New investors agree to put Breslow back in charge

Bolt’s annualized run rate was at $28 million in revenue and the company had $7 million in gross profit as of the end of March, journalist Eric Newcomer, who also saw copies of the leaked term sheet, reported this week. 

That means a valuation of $14 billion would be an enormous multiple in this market, and a step up to the multiple used when Bolt landed its $11 billion valuation in January 2022.

Pamnani told TechCrunch that he was hoping for a valuation closer to $9 billion or $10 billion.

“We wanted a discounted valuation when going in and were discussing somewhere close to $9B-$10B. We have no interest in paying top dollar if we don’t have to. Unfortunately we didn’t land that,” he said. 

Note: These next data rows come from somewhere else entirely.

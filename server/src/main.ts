import { createServer } from 'node:http';
import { createApp } from './app';
import { readConfig } from './core/config';
import { createLog } from './core/logging';
import { listenForChanges } from './core/live/live';
import { closeOnSignal, openServices } from './core/process';

/** The web process: answers the API and serves the web application. */
async function main(): Promise<void> {
  const config = readConfig();
  const log = createLog(config.logLevel, 'web');
  const closeServices = await openServices(config, log, 'web');
  const live = listenForChanges(config.database.directUrl, log);
  const server = createServer(
    { requestTimeout: 60_000, headersTimeout: 15_000 },
    createApp(config, log),
  );
  await new Promise<void>((resolve, reject) => {
    server.once('error', reject);
    server.listen(config.port, config.host, resolve);
  });
  log.info({ address: server.address() }, 'web process ready');
  closeOnSignal(log, async () => {
    server.close();
    server.closeAllConnections();
    await live.close();
    await closeServices();
  });
}

main().catch((error: unknown) => {
  process.stderr.write(`${error instanceof Error ? error.stack : String(error)}\n`);
  process.exit(1);
});
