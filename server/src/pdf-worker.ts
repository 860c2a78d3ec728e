import { parentPort } from 'node:worker_threads';
import { type RenderResult, type RenderTask } from './core/documents/render-pool';
import { type StatementSheet, statementPdf } from './features/statements/statement-pdf';

/** The thread that renders documents; one file of its own, started by core/documents/render-pool. */
const templates: Record<string, (data: never) => Promise<Buffer>> = {
  statement: (sheet: StatementSheet) => statementPdf(sheet),
};

parentPort?.on('message', ({ id, template, data }: RenderTask) => {
  const render = templates[template];
  if (!render) return answer({ id, error: `There is no document ${template}` });
  render(data as never).then(
    (bytes) => answer({ id, bytes }),
    (error: unknown) => answer({ id, error: String(error) }),
  );
});

function answer(result: RenderResult): void {
  parentPort?.postMessage(result);
}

“But we think that is a fair valuation to be able to reach,” he said of the $14 billion valuation. 

Pamnani said the SPV also pushed for Breslow to be reinstated as CEO. Notably, the term sheet stipulates that the founder would receive a $2 million bonus for returning as CEO, plus an additional $1 million of back pay.

Bolt has been running under former director of sales Justin Grooms as interim CEO as of March when Maju Kuruvilla was out after reportedly being removed by Bolt’s board. Kuruvilla served in the role since early 2022 after Breslow stepped down.

“We realized just looking back at the historical record that Bolt had when Ryan was in the driver’s seat, and then as soon as he left, it started going downhill, and it was not the best time,” Pamnani said. 

The deal also includes a so-called pay-to-pay or cramdown provision where existing shareholders must buy additional stakes at the higher rates or the company has threatened to buy back their shares for a penny apiece.

So the question is, if a shareholder doesn’t agree to buy in again, can the company really dispose of their investment in such a way? 

Not likely, according to Andre Gharakhanian, partner at venture capital law firm Silicon Legal Strategy, who has viewed the company’s charter. He described the proposed transaction as “a twist on the pay-to-play structure.”

“Pay to play” is a term used in term sheets that benefits new investors at the expense of old. It grows in popularity during market downturns (which is why it has become increasingly common in 2024, according to data from Cooley.) Essentially, it forces existing investors to buy all the pro rata shares they are entitled to or the company will take some punitive action, like converting their shares from preferred shares with extra rights to common shares, explains AngelList.

In Bolt’s case this is “actually not a forced conversion like most pay-to-plays. Instead, it’s a forced buyback. The goal is the same — to pressure existing investors to continue to support the company and diminish the ownership of those who are not providing that support,” Gharakhanian said. “However, instead of automatically converting non-participating investors into common — they are buying back 2/3 of the non-participating investors’ preferred stock at $0.01/share.”

The catch, he said, is that most venture-backed startups must obtain approval from preferred stockholders to do a gambit like that, according to their corporate charters. That typically requires approval from the majority, the very people that Bolt is trying to strong arm.

What usually happens is that such a threat sends everyone to their lawyers. A deal could eventually get struck after much “hemming and hawing” and much ill will, Gharakhanian said.  

“If the company truly has no other alternatives, the non-participating investors will often relent and consent to the deal,” he said, meaning they will agree to let the company buy them back. If they agree to take that much of a loss remains to be seen.